- _Task objective_
Which lines below fall between the one containing "if (s->index_known && counted(s) == s->index" and the one containing "w->s->index_known = st"? Repeat them exactly, counting both of those lines, and add nothing else.

- _Task inputs_
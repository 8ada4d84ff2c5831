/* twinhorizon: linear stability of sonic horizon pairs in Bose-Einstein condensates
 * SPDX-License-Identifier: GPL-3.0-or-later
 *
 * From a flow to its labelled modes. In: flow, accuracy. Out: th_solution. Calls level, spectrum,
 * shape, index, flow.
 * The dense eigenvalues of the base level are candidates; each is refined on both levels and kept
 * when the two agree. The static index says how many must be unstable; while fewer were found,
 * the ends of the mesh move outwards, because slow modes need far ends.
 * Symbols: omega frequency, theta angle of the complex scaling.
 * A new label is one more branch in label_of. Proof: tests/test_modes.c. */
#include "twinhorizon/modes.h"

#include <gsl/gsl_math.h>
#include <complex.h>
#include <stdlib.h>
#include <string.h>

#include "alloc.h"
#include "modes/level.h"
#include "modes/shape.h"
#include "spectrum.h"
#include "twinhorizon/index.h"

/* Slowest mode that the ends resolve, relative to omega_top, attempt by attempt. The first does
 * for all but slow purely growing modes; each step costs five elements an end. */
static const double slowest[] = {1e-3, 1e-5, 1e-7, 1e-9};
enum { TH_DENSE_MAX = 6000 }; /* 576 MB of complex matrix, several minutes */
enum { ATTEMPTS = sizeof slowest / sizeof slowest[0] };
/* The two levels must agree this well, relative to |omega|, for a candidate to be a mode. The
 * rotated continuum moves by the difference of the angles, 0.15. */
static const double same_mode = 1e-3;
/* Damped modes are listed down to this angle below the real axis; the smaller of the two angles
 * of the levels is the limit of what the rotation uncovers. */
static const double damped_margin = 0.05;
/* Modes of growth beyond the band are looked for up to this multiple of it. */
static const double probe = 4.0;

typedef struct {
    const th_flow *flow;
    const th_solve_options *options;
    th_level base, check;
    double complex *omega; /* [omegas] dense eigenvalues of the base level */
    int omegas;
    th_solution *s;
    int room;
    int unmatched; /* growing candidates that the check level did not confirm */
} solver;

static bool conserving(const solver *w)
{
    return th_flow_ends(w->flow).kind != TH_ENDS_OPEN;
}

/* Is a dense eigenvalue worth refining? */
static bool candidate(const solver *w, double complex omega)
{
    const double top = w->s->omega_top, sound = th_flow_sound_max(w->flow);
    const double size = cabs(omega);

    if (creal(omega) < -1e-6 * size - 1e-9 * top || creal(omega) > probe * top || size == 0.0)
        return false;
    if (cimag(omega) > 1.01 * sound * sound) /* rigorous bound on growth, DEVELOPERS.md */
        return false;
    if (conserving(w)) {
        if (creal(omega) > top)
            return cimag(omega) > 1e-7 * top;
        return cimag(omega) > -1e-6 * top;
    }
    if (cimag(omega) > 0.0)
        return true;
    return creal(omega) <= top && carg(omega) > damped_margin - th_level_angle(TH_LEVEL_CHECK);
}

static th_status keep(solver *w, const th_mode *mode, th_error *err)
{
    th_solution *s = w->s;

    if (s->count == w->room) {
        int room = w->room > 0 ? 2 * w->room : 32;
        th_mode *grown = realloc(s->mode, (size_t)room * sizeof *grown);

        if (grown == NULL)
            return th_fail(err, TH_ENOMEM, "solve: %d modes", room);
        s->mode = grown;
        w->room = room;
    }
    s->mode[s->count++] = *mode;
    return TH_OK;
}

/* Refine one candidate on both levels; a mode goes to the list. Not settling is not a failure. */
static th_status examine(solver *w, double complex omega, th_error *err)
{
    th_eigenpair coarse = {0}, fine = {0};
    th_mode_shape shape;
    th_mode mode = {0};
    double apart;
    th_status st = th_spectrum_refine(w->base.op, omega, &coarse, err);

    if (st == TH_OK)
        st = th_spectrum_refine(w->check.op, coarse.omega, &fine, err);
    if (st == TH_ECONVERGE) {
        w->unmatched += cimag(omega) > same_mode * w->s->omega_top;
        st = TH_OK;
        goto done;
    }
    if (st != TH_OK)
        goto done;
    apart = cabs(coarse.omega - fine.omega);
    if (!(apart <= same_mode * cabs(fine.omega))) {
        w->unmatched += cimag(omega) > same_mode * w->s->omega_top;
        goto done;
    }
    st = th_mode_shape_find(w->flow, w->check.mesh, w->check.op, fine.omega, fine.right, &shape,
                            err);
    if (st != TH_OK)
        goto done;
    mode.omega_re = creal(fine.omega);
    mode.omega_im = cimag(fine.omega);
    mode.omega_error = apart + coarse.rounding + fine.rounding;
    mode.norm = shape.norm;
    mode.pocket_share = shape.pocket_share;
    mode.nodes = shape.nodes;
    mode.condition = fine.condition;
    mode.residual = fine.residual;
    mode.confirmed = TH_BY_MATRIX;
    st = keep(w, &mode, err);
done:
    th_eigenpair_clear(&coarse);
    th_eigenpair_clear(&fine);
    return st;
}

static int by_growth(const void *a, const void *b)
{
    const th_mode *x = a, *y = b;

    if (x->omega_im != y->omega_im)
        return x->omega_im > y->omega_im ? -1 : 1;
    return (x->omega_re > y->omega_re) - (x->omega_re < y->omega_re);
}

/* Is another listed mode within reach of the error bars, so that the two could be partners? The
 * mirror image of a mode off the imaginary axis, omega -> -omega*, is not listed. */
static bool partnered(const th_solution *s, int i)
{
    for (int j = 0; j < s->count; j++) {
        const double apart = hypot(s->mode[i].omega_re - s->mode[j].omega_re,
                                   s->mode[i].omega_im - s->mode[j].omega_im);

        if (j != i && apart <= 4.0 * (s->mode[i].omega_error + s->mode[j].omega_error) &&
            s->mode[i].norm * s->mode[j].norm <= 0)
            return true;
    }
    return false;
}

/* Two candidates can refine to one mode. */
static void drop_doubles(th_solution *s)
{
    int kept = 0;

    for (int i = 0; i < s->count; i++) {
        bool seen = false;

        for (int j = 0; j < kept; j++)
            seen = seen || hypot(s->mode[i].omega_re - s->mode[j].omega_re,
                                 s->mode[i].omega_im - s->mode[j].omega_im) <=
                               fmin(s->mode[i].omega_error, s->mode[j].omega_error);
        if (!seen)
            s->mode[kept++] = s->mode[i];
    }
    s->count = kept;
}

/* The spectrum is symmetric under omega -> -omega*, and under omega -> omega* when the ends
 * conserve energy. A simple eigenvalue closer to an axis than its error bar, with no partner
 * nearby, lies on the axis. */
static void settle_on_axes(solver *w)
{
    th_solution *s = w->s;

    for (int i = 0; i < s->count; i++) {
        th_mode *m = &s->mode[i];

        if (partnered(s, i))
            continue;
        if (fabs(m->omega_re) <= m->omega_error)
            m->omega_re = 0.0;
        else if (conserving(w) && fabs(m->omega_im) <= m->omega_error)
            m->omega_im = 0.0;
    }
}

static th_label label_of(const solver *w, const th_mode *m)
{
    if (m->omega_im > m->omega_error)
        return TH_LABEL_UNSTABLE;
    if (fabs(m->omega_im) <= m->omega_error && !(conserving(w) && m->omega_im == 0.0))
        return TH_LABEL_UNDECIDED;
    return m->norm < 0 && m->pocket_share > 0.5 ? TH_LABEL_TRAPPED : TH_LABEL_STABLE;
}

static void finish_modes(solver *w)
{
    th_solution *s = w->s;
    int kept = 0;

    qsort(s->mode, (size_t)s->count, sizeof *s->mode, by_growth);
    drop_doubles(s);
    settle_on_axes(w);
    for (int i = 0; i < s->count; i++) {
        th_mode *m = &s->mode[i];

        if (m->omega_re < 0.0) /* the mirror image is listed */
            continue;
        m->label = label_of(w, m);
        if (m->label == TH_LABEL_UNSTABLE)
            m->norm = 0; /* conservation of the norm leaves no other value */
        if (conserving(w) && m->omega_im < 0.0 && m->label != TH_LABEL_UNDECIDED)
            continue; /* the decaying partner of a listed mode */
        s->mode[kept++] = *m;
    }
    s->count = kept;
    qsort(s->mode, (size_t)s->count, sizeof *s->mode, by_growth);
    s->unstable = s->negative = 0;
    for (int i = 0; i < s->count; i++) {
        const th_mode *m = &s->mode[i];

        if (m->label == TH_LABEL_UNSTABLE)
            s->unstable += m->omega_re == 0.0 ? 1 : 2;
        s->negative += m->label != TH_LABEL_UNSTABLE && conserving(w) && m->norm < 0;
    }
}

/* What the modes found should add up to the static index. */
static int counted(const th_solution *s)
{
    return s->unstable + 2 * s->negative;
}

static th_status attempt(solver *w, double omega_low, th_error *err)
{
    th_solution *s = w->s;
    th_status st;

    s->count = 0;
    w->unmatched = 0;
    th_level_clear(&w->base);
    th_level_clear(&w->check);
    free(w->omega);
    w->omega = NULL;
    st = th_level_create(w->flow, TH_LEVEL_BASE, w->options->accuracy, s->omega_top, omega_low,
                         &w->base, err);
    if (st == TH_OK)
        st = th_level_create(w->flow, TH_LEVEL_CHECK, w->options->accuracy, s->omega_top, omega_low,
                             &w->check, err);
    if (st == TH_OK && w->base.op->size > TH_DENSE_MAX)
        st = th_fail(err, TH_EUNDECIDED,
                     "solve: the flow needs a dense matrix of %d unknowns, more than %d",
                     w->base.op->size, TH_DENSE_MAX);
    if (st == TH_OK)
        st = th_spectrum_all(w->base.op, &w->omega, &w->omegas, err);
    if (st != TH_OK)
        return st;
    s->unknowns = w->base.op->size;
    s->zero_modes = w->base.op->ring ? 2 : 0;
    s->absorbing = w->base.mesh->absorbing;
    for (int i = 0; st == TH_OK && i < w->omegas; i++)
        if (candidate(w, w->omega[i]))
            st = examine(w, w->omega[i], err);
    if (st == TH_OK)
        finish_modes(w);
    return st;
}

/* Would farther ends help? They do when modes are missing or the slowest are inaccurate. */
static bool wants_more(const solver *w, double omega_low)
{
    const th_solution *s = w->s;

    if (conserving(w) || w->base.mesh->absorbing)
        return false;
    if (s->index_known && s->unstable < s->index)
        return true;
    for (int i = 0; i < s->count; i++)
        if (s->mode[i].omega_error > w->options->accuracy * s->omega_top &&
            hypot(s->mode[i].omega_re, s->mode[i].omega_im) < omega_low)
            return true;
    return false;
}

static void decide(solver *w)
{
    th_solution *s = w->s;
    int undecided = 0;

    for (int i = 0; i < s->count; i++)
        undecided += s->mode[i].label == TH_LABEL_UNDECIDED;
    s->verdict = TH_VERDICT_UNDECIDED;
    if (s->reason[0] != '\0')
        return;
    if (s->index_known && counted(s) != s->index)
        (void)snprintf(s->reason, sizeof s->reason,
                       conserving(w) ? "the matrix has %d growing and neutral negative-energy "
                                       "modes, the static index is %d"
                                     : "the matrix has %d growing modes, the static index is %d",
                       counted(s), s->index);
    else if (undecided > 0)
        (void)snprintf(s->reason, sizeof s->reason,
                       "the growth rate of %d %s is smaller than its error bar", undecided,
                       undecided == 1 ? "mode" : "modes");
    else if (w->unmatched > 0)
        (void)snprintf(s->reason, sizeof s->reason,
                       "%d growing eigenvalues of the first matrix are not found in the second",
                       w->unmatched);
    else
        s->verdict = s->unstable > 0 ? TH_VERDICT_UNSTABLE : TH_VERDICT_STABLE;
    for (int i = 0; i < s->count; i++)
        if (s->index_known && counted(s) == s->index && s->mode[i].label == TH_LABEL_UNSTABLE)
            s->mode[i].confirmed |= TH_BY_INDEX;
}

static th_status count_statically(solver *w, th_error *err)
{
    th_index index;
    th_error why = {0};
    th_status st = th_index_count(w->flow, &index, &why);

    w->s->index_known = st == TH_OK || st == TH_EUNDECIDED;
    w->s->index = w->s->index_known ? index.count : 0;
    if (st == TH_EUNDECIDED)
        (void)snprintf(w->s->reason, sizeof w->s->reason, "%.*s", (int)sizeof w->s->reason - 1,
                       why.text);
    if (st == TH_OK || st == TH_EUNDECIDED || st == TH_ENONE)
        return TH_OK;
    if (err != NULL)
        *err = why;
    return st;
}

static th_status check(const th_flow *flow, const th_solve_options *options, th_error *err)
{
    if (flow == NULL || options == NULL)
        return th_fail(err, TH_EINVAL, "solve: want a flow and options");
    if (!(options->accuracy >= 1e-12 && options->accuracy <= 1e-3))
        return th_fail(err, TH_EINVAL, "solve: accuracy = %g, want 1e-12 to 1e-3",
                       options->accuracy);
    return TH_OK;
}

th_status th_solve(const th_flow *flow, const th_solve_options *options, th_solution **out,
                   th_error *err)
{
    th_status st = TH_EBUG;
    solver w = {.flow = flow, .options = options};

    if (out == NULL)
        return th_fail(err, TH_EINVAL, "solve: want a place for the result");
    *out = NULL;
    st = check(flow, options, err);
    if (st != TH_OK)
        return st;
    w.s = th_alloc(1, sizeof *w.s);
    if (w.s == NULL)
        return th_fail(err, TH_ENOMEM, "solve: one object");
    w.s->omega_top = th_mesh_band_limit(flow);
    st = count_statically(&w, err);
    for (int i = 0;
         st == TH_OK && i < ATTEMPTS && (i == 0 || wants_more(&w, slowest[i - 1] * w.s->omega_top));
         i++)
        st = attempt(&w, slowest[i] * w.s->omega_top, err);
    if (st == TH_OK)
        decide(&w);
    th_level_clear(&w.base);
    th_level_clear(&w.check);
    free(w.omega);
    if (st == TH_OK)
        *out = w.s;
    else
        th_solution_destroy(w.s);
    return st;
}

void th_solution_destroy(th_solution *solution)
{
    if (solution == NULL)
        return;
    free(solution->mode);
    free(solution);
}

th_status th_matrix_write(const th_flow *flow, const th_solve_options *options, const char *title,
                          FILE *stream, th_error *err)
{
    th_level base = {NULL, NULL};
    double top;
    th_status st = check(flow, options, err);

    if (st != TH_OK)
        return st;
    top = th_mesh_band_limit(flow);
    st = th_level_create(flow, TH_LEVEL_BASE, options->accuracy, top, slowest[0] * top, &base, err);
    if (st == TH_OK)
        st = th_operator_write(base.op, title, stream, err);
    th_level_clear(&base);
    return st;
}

- _Problem solution_
        if (s->index_known && counted(s) == s->index && s->mode[i].label == TH_LABEL_UNSTABLE)
            s->mode[i].confirmed |= TH_BY_INDEX;
}

static th_status count_statically(solver *w, th_error *err)
{
    th_index index;
    th_error why = {0};
    th_status st = th_index_count(w->flow, &index, &why);

    w->s->index_known = st == TH_OK || st == TH_EUNDECIDED;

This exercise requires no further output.